2. Over Localization
If you tell the LLM you’re adapting a Chinese game for an American audience, it might “try too hard” to localize the text.
Source Text: 高考
LLM Translation: SAT or College Entrance Finals
Human Translation: No single right answer.
This kind of translation needs to be handled with a lot more nuance. The 高考 (gao kao), in the Chinese cultural context, carries much more significance than the “SAT” does in the USA. Translating this into “SAT” really underscores the sheer amount of importance that students, parents, and Chinese society place on this exam. Students spend their entire “high school career” preparing for this exam. This exam alone determines what college a student will go to, and if they go to college at all. The stakes involved in taking the gao kao are way higher than signing up for and re-taking the SAT multiple times throughout a student’s high school years.

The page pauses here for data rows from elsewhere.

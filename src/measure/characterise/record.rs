//! What a characterisation saves and states: the sucrose equivalent, the
//! `source` text that records the measurements, and the sample as an ingredient.

use std::collections::BTreeMap;

use crate::catalog::Catalog;
use crate::model::{Ingredient, Solute};
use crate::thermo::binary::Binary;

use super::{
    CharacteriseError, DilutionPoint, DryMatter, SUCROSE_EQUIVALENT_REFERENCE_G_PER_100G_WATER,
    SampleSpec,
};

/// Estimated apparent specific volume of dissolved solids (mL/g), for the saved
/// ingredient's density: typical of sugars in solution (memory).
const SOLIDS_SPECIFIC_VOLUME_ML_G: f64 = 0.62;

/// Grams of sucrose per gram of these solids giving the same freezing point, at the
/// reference concentration (equal water activity means equal freezing point).
pub(super) fn sucrose_equivalent(
    binary: &Binary,
    molar_mass: f64,
    catalog: &Catalog,
) -> Result<f64, CharacteriseError> {
    let sucrose = catalog
        .solute("sucrose")
        .ok_or(CharacteriseError::NoSucrose)?;
    let reference = SUCROSE_EQUIVALENT_REFERENCE_G_PER_100G_WATER;
    let molality = reference / molar_mass / 0.1;
    let ln_aw = binary.ln_aw(molality);
    let sucrose_molality = sucrose.binary.molality_at(ln_aw, None);
    let sucrose_g_per_100g_water = sucrose_molality * sucrose.solute.molar_mass_g_mol * 0.1;
    Ok(sucrose_g_per_100g_water / reference)
}

/// The `source` text that records the measurements.
pub(super) fn source_text(
    spec: &SampleSpec,
    points: &[DilutionPoint],
    norrish_k: Option<f64>,
) -> String {
    let readings: Vec<String> = points
        .iter()
        .map(|p| {
            format!(
                "{} g in {} g water froze at {} °C",
                p.sample_g, p.water_g, p.freezing_point_c
            )
        })
        .collect();
    let basis = match spec.dry_matter {
        DryMatter::SolidsPct(p) => format!("{p} % dissolved solids"),
        DryMatter::Brix(b) => format!("{b} °Brix taken as % dissolved solids"),
    };
    let k = match norrish_k {
        Some(k) => format!("Norrish K {k:.2} fitted"),
        None => "one point, so ideal law (K = 0)".to_string(),
    };
    format!(
        "measured freezing points (cryoscopic method): {}; sample {basis}, i = {}; Murphy & Koop ice activity, {k}",
        readings.join("; "),
        spec.dissociation
    )
}

/// The sample as measured: its water and its dissolved solids as the new solute.
pub(super) fn sample_ingredient(spec: &SampleSpec, solute: &Solute, solids_pct: f64) -> Ingredient {
    let solids = solids_pct / 100.0;
    let specific_volume = (1.0 - solids) + solids * SOLIDS_SPECIFIC_VOLUME_ML_G;
    Ingredient {
        id: spec.id.clone(),
        name: spec.name.clone(),
        category: spec.category,
        water_pct: 100.0 - solids_pct,
        fat_pct: 0.0,
        protein_pct: 0.0,
        other_solids_pct: 0.0,
        solutes_pct: BTreeMap::from([(solute.id.clone(), solids_pct)]),
        density_g_ml: 1.0 / specific_volume,
        allergens: Vec::new(),
        source: format!(
            "{}; density estimated from typical specific volumes, measure it for amounts by volume",
            solute.source
        ),
    }
}
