/// One row the picker offers.
#[derive(Debug, Clone, PartialEq)]
pub struct PickItem {
    /// The id returned when picked (ingredient id, or database id as text).
    pub key: String,
    /// What the user reads.
    pub label: String,
    /// A second column (category, version).
    pub detail: String,
}

/// A search-as-you-type picker.
#[derive(Debug, Clone)]
pub struct Picker {
    /// What it picks.
    pub purpose: PickerPurpose,
    /// The question.
    pub title: String,
    /// The search text.
    pub query: Input,
    /// Items matching the search, best first.
    pub items: Vec<PickItem>,
    /// Item under the cursor.
    pub cursor: usize,
}

/// What a form is for.
#[derive(Debug, Clone, PartialEq)]
pub enum FormPurpose {
    /// A new own ingredient, or editing the own ingredient at this index.
    Ingredient(Option<usize>),
    /// A new own solute, or editing the own solute at this index.
    Solute(Option<usize>),
    /// A new batch from the recipe in the editor.
    Batch,
    /// A measurement for the batch with this code.
    Measurement(String),
    /// An amendment of the batch with this code.
    Amend(String),
}

/// One field of a form.
#[derive(Debug, Clone)]
pub struct Field {
    /// The label.
    pub label: String,
    /// The text typed.
    pub input: Input,
    /// Why the field's text is not accepted, when it is not.
    pub problem: Option<String>,
}

impl Field {
    /// A field with a label and a starting value.
    pub fn new(label: impl Into<String>, value: impl Into<String>) -> Field {
        Field {
            label: label.into(),
            input: Input::new(value.into()),
            problem: None,
        }
    }
}

/// A form of several fields.
#[derive(Debug, Clone)]
pub struct Form {
    /// What it is for.
    pub purpose: FormPurpose,
    /// The title.
    pub title: String,
    /// The fields.
    pub fields: Vec<Field>,
    /// The field in focus.
    pub focus: usize,
    /// A line under the fields: a running total, or why the whole is refused.
    pub summary: Option<String>,
}

/// What help or the reader shows.
#[derive(Debug, Clone, Copy, PartialEq, Eq)]
pub enum ReaderKind {
    /// The keys of a mode.
    Help(Context),
    /// Every warning and caution of the recipe.
    Warnings,
}

/// What a yes/no question decides.
#[derive(Debug, Clone, PartialEq, Eq)]
pub enum Question {
    /// Quit despite unsaved changes.
    QuitUnsaved,
    /// Finalise the batch with this code.
    Finalize(String),
}
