// A YAML syntax error inside an action is reported at the line where
// parsing failed, with the line where the enclosing block starts.
func TestYAMLSyntaxErrorLine(t *testing.T) {
	text := strings.Replace(base, "    cost: 1000\n    matrix:", "    cost: 1000\n   matrix:", 1)
	path := writeFile(t, "syntax.yaml", text)
	code, _, stderr := runCLI(t, "check", path)
	lines := strings.Split(base, "\n")
	bad := 0
	for i, l := range lines {
		if l == "    matrix:" {
			bad = i + 1
		}
	}
	if code != exitInput || !strings.Contains(stderr, filepath.Base(path)+":"+strconv.Itoa(bad)+": YAML syntax error") {
		t.Errorf("exit %d, want the error at line %d: %s", code, bad, stderr)
	}
}

// Every file read in a run is protected, --force or not: a fleet's class
// files and inventory, the settings file, a fit's records and config.
func TestEveryInputProtected(t *testing.T) {
	dir := t.TempDir()
	for _, name := range []string{"east-zone.yaml", "pumps.yaml", "valves.yaml", "east-zone-inventory.csv", "pump-inspections.csv"} {
		data, err := os.ReadFile(filepath.Join("..", "..", "configs", name))
		if err != nil {
			t.Fatal(err)
		}
		os.WriteFile(filepath.Join(dir, name), data, 0o644)
	}
	settings := filepath.Join(dir, "s.yaml")
	os.WriteFile(settings, []byte("tol: 0.01\n"), 0o644)
	fleet, pumps, inv := filepath.Join(dir, "east-zone.yaml"), filepath.Join(dir, "pumps.yaml"), filepath.Join(dir, "east-zone-inventory.csv")
	records := filepath.Join(dir, "pump-inspections.csv")
	for _, args := range [][]string{
		{"plan", fleet, "-o", pumps, "--force"},
		{"plan", fleet, "-o", inv, "--force", "--format", "csv"},
		{"forecast", fleet, "--simulate", "5", "-o", inv, "--force", "--format", "csv"},
		{"brief", fleet, "-o", pumps, "--force"},
		{"solve", pumps, "--settings", settings, "-o", settings, "--force"},
		{"fit", records, "--config", pumps, "-o", records, "--force"},
		{"fit", records, "--config", pumps, "--merge", "-o", pumps, "--force"},
	} {
		before := map[string][]byte{}
		for _, f := range []string{fleet, pumps, inv, settings, records} {
			before[f], _ = os.ReadFile(f)
		}
		code, _, stderr := runCLI(t, args...)
		if code != exitUsage || !strings.Contains(stderr, "never overwrites a file it reads") {
			t.Errorf("%v: exit %d, want a refusal: %s", args, code, stderr)
		}
		for f, data := range before {
			if now, _ := os.ReadFile(f); !bytes.Equal(now, data) {
				t.Fatalf("%v changed %s", args, f)
			}
		}
	}
}

// Terminal and spreadsheet injection: names with escape sequences,
// newlines or a leading "=" are refused, naming each, and nothing raw
// reaches the terminal.
func TestHostileNames(t *testing.T) {
	code, stdout, stderr := runCLI(t, "solve", filepath.Join("testdata", "hostile", "escapes.yaml"), "--format", "csv")
	if code != exitInput || stdout != "" {
		t.Fatalf("exit %d, stdout %q", code, stdout)
	}
	if strings.ContainsAny(stderr, "\x1b\a") {
		t.Errorf("raw control characters reached the terminal: %q", stderr)
	}
	for _, want := range []string{`name: name "\x1b]0;pwned-title\a`, `currency: name "EUR\x1b[5m" contains a control character`,
		`states[1].name: name "=HYPERLINK(\"http://x\")" contains "," or "="`, `states[2].name: name "fa\niled" contains a control character`} {
		if !strings.Contains(stderr, want) {
			t.Errorf("stderr lacks %q:\n%s", want, stderr)
		}
	}
}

In the two cases above, the LLM provides fluent, plausible translations. But in reality, it lacks the precision and nuance in understanding needed to effectively translate these terms or segments. That is not to say that an “old school MT” solution would do better—I’m just trying to emphasize that LLMs aren’t much (or any) better than traditional machine translation in this regard.
So What Would I do?
I would actually keep the old school MT for now. I pay something like $35 USD for a DeepL API that I have used and used without worrying about tokens or usage. That’s not to say that DeepL won’t change their technology, up their rates, or make what I just said look foolish in the future. It’s just that, for now, a $35 a month API can provide solid performance at a price point that LLMs simply can’t currently match. This may change very soon. Who knows.
So are LLMs an amazing tool for companies or individuals doing localization and translation work? Absolutely. But I think the hype has reached such a level of hyperbole that decision makers who are unfamiliar with traditional MT may be duped into overpaying for a solution that has already existed for at least five years now.
The TLDR is: LLMs are genuinely useful and powerful collaboration tools but not as drop in MT replacements. And unless you plan on spending hours configuring your own privately-hosted model, it’s really difficult to beat the value traditional machine translation provides.